THE INPUT:
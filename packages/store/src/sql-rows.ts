/**
 * What the SQL backends (SQLite, PostgreSQL) share: the column shapes of their tables, the mapping
 * of a row to its record, and the checks and texts both must give alike so that the same contract
 * suite passes on each. JSON columns are kept as text in both, so a record reads back as written.
 */
import { TrueshiftError } from '@trueshift/errors';
import type {
  AlertChange,
  AlertKind,
  AlertRecord,
  AlertState,
  AnalyserStateRecord,
  BetterDirection,
  Direction,
  EvidenceSnapshot,
  MarkInput,
  MarkRecord,
  MarkRevision,
  OutboxChannel,
  OutboxInput,
  OutboxRecord,
  OutboxState,
  QuarantineEntry,
  SampleInput,
  TagInput,
  TagRecord,
  TagSettings,
  TokenRecord,
  TokenScope,
} from './types.js';

export interface TagRow {
  id: number;
  name: string;
  unit: string | null;
  description: string | null;
  better: string;
  valid_min: number | null;
  valid_max: number | null;
  settings: string;
  created_at: number;
  updated_at: number;
}

/** A mark's own columns; each backend gathers its tags in its own way. */
export interface MarkColumns {
  id: string;
  at: number;
  label: string;
  note: string;
  direction: string;
  smallest_shift: number | null;
  n_before: number | null;
  n_after_cap: number | null;
  risk_level: number | null;
  settling_ms: number | null;
  created_at: number;
  updated_at: number;
  withdrawn_at: number | null;
  revision: number;
}

export interface MarkRevisionRow {
  mark_id: string;
  revision: number;
  changed_at: number;
  changed_by: string;
  action: string;
  reason: string;
  mark: string;
}

export interface EvidenceRow {
  id: number;
  mark_id: string;
  tag: string;
  sample_time: number;
  evaluated_at: number;
  n_after: number;
  risk: number | null;
  verdict: string;
  body: string;
}

export interface AlertRow {
  id: number;
  tag: string;
  mark_id: string | null;
  kind: string;
  dedupe_key: string;
  title: string;
  state: string;
  opened_at: number;
  updated_at: number;
  repeats: number;
  acknowledged_at: number | null;
  acknowledged_by: string | null;
  note: string | null;
  cleared_at: number | null;
  evidence: string;
}

export interface OutboxRow {
  id: number;
  channel: string;
  target: string;
  idempotency_key: string;
  payload: string;
  created_at: number;
  state: string;
  attempts: number;
  next_attempt_at: number;
  last_error: string | null;
  delivered_at: number | null;
}

export interface TokenRow {
  id: string;
  name: string;
  hash: string;
  scopes: string;
  created_at: number;
  revoked_at: number | null;
}

export interface AnalyserStateRow {
  key: string;
  state: string;
  last_seq: number;
  updated_at: number;
}

export function parseJson(text: string): unknown {
  return JSON.parse(text) as unknown;
}

/** JSON text for a column that must hold something: `undefined` becomes null. */
export function toJson(value: unknown): string {
  return JSON.stringify(value ?? null);
}

/** A patch value when one was given; null is a value (it clears the field). */
export function pick<T>(given: T | undefined, current: T): T {
  return given === undefined ? current : given;
}

export function describeTime(t: number): string {
  // Date covers ±8.64e15 ms; outside that a time is shown as the bare number.
  return Math.abs(t) <= 8.64e15 ? `${t} (${new Date(t).toISOString()})` : String(t);
}

export function describeValue(value: number | null, quality: number): string {
  return `${value === null ? 'no value' : String(value)} (quality ${quality})`;
}

/** Why a sample was quarantined: its (tag, time) is stored with another value or quality. */
export function conflictReason(
  sample: SampleInput,
  storedValue: number | null,
  storedQuality: number,
): string {
  return (
    `Tag ${sample.tag} at ${describeTime(sample.t)} already has ` +
    `${describeValue(storedValue, storedQuality)}; the new ${describeValue(sample.value, sample.quality)} ` +
    'was not stored.'
  );
}

/**
 * Refuses a sample the store cannot keep as given. `wholeMilliseconds`: the backend keeps times as
 * 64-bit integers (PostgreSQL bigint), so a time must be a safe whole number.
 */
export function checkSample(sample: SampleInput, index: number, wholeMilliseconds = false): void {
  let problem: string | null = null;
  if (sample.tag.length === 0) problem = 'the tag name is empty';
  else if (!Number.isFinite(sample.t)) problem = `the time ${sample.t} is not a finite number`;
  else if (wholeMilliseconds && !Number.isSafeInteger(sample.t)) {
    problem = `the time ${sample.t} is not a whole number of milliseconds within ±2^53`;
  } else if (sample.value !== null && !Number.isFinite(sample.value)) {
    problem = `the value ${sample.value} is not a finite number (null means no value)`;
  } else if ((sample.quality | 0) !== sample.quality) {
    problem = `the quality ${sample.quality} is not a 32-bit whole number`;
  }
  if (problem !== null) {
    throw new TrueshiftError('INVALID_ARGUMENT', `Sample ${index} of the batch: ${problem}.`);
  }
}

export function checkMarkTags(tags: readonly string[]): void {
  if (tags.length === 0 || tags.some((tag) => tag.length === 0)) {
    throw new TrueshiftError('INVALID_ARGUMENT', 'A mark needs at least one tag, each named.');
  }
  if (new Set(tags).size !== tags.length) {
    throw new TrueshiftError('INVALID_ARGUMENT', 'A mark names each tag once.');
  }
}

export function tagFromRow(row: TagRow): TagRecord {
  return {
    name: row.name,
    unit: row.unit,
    description: row.description,
    better: row.better as BetterDirection,
    validMin: row.valid_min,
    validMax: row.valid_max,
    settings: parseJson(row.settings) as TagSettings,
    createdAt: row.created_at,
    updatedAt: row.updated_at,
  };
}

export function markFromRow(row: MarkColumns, tags: string[]): MarkRecord {
  return {
    id: row.id,
    tags,
    at: row.at,
    label: row.label,
    note: row.note,
    direction: row.direction as Direction,
    smallestShift: row.smallest_shift,
    nBefore: row.n_before,
    nAfterCap: row.n_after_cap,
    riskLevel: row.risk_level,
    settlingMs: row.settling_ms,
    createdAt: row.created_at,
    updatedAt: row.updated_at,
    withdrawnAt: row.withdrawn_at,
    revision: row.revision,
  };
}

export function evidenceFromRow(row: EvidenceRow): EvidenceSnapshot {
  return {
    id: row.id,
    markId: row.mark_id,
    tag: row.tag,
    sampleTime: row.sample_time,
    evaluatedAt: row.evaluated_at,
    nAfter: row.n_after,
    risk: row.risk,
    verdict: row.verdict,
    body: parseJson(row.body),
  };
}

export function alertFromRow(row: AlertRow): AlertRecord {
  return {
    id: row.id,
    tag: row.tag,
    markId: row.mark_id,
    kind: row.kind as AlertKind,
    dedupeKey: row.dedupe_key,
    title: row.title,
    state: row.state as AlertState,
    openedAt: row.opened_at,
    updatedAt: row.updated_at,
    repeats: row.repeats,
    acknowledgedAt: row.acknowledged_at,
    acknowledgedBy: row.acknowledged_by,
    note: row.note,
    clearedAt: row.cleared_at,
    evidence: parseJson(row.evidence),
  };
}

export function outboxFromRow(row: OutboxRow): OutboxRecord {
  return {
    id: row.id,
    channel: row.channel as OutboxChannel,
    target: row.target,
    idempotencyKey: row.idempotency_key,
    payload: parseJson(row.payload),
    createdAt: row.created_at,
    state: row.state as OutboxState,
    attempts: row.attempts,
    nextAttemptAt: row.next_attempt_at,
    lastError: row.last_error,
    deliveredAt: row.delivered_at,
  };
}

export function tokenFromRow(row: TokenRow): TokenRecord {
  return {
    id: row.id,
    name: row.name,
    hash: row.hash,
    scopes: parseJson(row.scopes) as TokenScope[],
    createdAt: row.created_at,
    revokedAt: row.revoked_at,
  };
}

export function analyserStateFromRow(row: AnalyserStateRow): AnalyserStateRecord {
  return {
    key: row.key,
    state: parseJson(row.state),
    lastSeq: row.last_seq,
    updatedAt: row.updated_at,
  };
}

/** Raw payloads and error texts kept by a store are cut to this many UTF-8 bytes. */
export const TEXT_LIMIT_BYTES = 64 * 1024;

const utf8 = new TextEncoder();
const fromUtf8 = new TextDecoder();

/**
 * Cuts `text` to at most `maxBytes` of UTF-8 without splitting a character, so a quarantined
 * megabyte payload cannot bloat the store while its start stays readable.
 */
export function cutUtf8(text: string, maxBytes: number = TEXT_LIMIT_BYTES): string {
  // A UTF-16 code unit never needs more than 3 bytes of UTF-8, so short texts skip the encoding.
  if (text.length * 3 <= maxBytes) return text;
  const bytes = utf8.encode(text);
  if (bytes.length <= maxBytes) return text;
  let end = maxBytes;
  // Step back over continuation bytes (10xxxxxx) to the first byte of the character that straddles.
  while (end > 0 && ((bytes[end] ?? 0) & 0xc0) === 0x80) end--;
  return fromUtf8.decode(bytes.subarray(0, end));
}

/** A new mark as every backend stores it: revision 1, defaults filled in. */
export function newMarkRecord(mark: MarkInput, id: string, now: number): MarkRecord {
  return {
    id,
    tags: [...mark.tags],
    at: mark.at,
    label: mark.label,
    note: mark.note ?? '',
    direction: mark.direction,
    smallestShift: mark.smallestShift ?? null,
    nBefore: mark.nBefore ?? null,
    nAfterCap: mark.nAfterCap ?? null,
    riskLevel: mark.riskLevel ?? null,
    settlingMs: mark.settlingMs ?? null,
    createdAt: now,
    updatedAt: now,
    withdrawnAt: null,
    revision: 1,
  };
}

/** A mark after a correction: the fields the patch gives, the next revision. */
export function correctedMarkRecord(
  current: MarkRecord,
  patch: Partial<MarkInput>,
  now: number,
): MarkRecord {
  return {
    ...current,
    tags: patch.tags === undefined ? current.tags : [...patch.tags],
    at: patch.at ?? current.at,
    label: patch.label ?? current.label,
    note: patch.note ?? current.note,
    direction: patch.direction ?? current.direction,
    smallestShift: pick(patch.smallestShift, current.smallestShift),
    nBefore: pick(patch.nBefore, current.nBefore),
    nAfterCap: pick(patch.nAfterCap, current.nAfterCap),
    riskLevel: pick(patch.riskLevel, current.riskLevel),
    settlingMs: pick(patch.settlingMs, current.settlingMs),
    updatedAt: now,
    revision: current.revision + 1,
  };
}

/**
 * The outbox entries that announce an alert change to each target. The idempotency key names the
 * alert, the change and its repeat count, so a change queued twice (a replay) is one delivery.
 */
export function announcements(
  change: AlertChange,
  targets: readonly Omit<OutboxInput, 'payload' | 'idempotencyKey'>[],
): OutboxInput[] {
  const { alert } = change;
  return targets.map((target) => ({
    channel: target.channel,
    target: target.target,
    createdAt: target.createdAt,
    idempotencyKey: `alert:${alert.id}:${change.change}:${alert.repeats}`,
    payload: { change: change.change, alert },
  }));
}

/** A row limit as given, checked: a whole number >= 0, or undefined for no limit. */
export function checkLimit(limit: number | undefined, what: string): number | undefined {
  if (limit !== undefined && (!Number.isSafeInteger(limit) || limit < 0)) {
    throw new TrueshiftError('INVALID_ARGUMENT', `${what}: limit must be a whole number >= 0.`);
  }
  return limit;
}

export function checkTagNames(names: readonly string[]): void {
  if (names.some((name) => name.length === 0)) {
    throw new TrueshiftError('INVALID_ARGUMENT', 'A tag needs a name.');
  }
}

/** A tag after an upsert: the fields given, the stored ones for the rest, its first createdAt. */
export function upsertedTagRecord(
  tag: TagInput,
  existing: TagRecord | undefined,
  now: number,
): TagRecord {
  return {
    name: tag.name,
    unit: pick(tag.unit, existing?.unit ?? null),
    description: pick(tag.description, existing?.description ?? null),
    better: tag.better ?? existing?.better ?? 'either',
    validMin: pick(tag.validMin, existing?.validMin ?? null),
    validMax: pick(tag.validMax, existing?.validMax ?? null),
    settings: tag.settings ?? existing?.settings ?? {},
    createdAt: existing?.createdAt ?? now,
    updatedAt: now,
  };
}

/** The mark looked up by `id`, which must exist. */
export function existingMark(mark: MarkRecord | undefined, id: string): MarkRecord {
  if (mark === undefined) throw new TrueshiftError('MARK_NOT_FOUND', `Mark ${id}.`);
  return mark;
}

/** The mark a correction or withdrawal may change: it exists and is not withdrawn. */
export function changeableMark(found: MarkRecord | undefined, id: string): MarkRecord {
  const mark = existingMark(found, id);
  if (mark.withdrawnAt !== null) {
    throw new TrueshiftError(
      'MARK_WITHDRAWN',
      `Mark ${id} was withdrawn at ${describeTime(mark.withdrawnAt)}.`,
    );
  }
  return mark;
}

/** The alert an acknowledgement or clearing may change: it is not cleared. */
export function changeableAlert(alert: AlertRecord): AlertRecord {
  if (alert.state === 'cleared') {
    throw new TrueshiftError(
      'ALERT_CLEARED',
      `Alert ${alert.id} was cleared at ${describeTime(alert.clearedAt ?? alert.updatedAt)}.`,
    );
  }
  return alert;
}

export function markRevisionFromRow(row: MarkRevisionRow): MarkRevision {
  return {
    markId: row.mark_id,
    revision: row.revision,
    changedAt: row.changed_at,
    changedBy: row.changed_by,
    action: row.action as MarkRevision['action'],
    reason: row.reason,
    mark: parseJson(row.mark) as MarkRecord,
  };
}

/** A quarantine entry's columns but its raw input, which each backend keeps in its own type. */
export interface QuarantineColumns {
  id: number;
  source: string;
  reason: string;
  code: string;
  tag: string | null;
  received_at: number;
}

export function quarantineFromRow(row: QuarantineColumns, raw: string): QuarantineEntry {
  return {
    id: row.id,
    source: row.source,
    raw,
    reason: row.reason,
    code: row.code as QuarantineEntry['code'],
    tag: row.tag,
    receivedAt: row.received_at,
  };
}

/** One numbered step of a SQL backend's schema. */
export interface Migration {
  version: number;
  name: string;
  sql: string;
}

/**
 * The steps a schema at version `current` still needs, in order. A schema newer than every step
 * known (written by a newer build) is refused rather than used half-understood.
 */
export function pendingMigrations(
  steps: readonly Migration[],
  current: number,
  what: string,
): Migration[] {
  const newest = steps.reduce((max, step) => Math.max(max, step.version), 0);
  if (current > newest) {
    throw new TrueshiftError(
      'INTERNAL',
      `${what} has schema version ${current}; this build knows up to ${newest}. Use a newer trueshift.`,
    );
  }
  return steps.filter((step) => step.version > current).sort((a, b) => a.version - b.version);
}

TASK STATEMENT: Beginning with the line containing "nAfterCap: mark.nAfterCap ??" and ending with the line containing "targets: readonly Omit<OutboxInput, 'payload'", extract those lines exactly from the listing above, and only those.

TASK RESULT:
    nAfterCap: mark.nAfterCap ?? null,
    riskLevel: mark.riskLevel ?? null,
    settlingMs: mark.settlingMs ?? null,
    createdAt: now,
    updatedAt: now,
    withdrawnAt: null,
    revision: 1,
  };
}

/** A mark after a correction: the fields the patch gives, the next revision. */
export function correctedMarkRecord(
  current: MarkRecord,
  patch: Partial<MarkInput>,
  now: number,
): MarkRecord {
  return {
    ...current,
    tags: patch.tags === undefined ? current.tags : [...patch.tags],
    at: patch.at ?? current.at,
    label: patch.label ?? current.label,
    note: patch.note ?? current.note,
    direction: patch.direction ?? current.direction,
    smallestShift: pick(patch.smallestShift, current.smallestShift),
    nBefore: pick(patch.nBefore, current.nBefore),
    nAfterCap: pick(patch.nAfterCap, current.nAfterCap),
    riskLevel: pick(patch.riskLevel, current.riskLevel),
    settlingMs: pick(patch.settlingMs, current.settlingMs),
    updatedAt: now,
    revision: current.revision + 1,
  };
}

/**
 * The outbox entries that announce an alert change to each target. The idempotency key names the
 * alert, the change and its repeat count, so a change queued twice (a replay) is one delivery.
 */
export function announcements(
  change: AlertChange,
  targets: readonly Omit<OutboxInput, 'payload' | 'idempotencyKey'>[],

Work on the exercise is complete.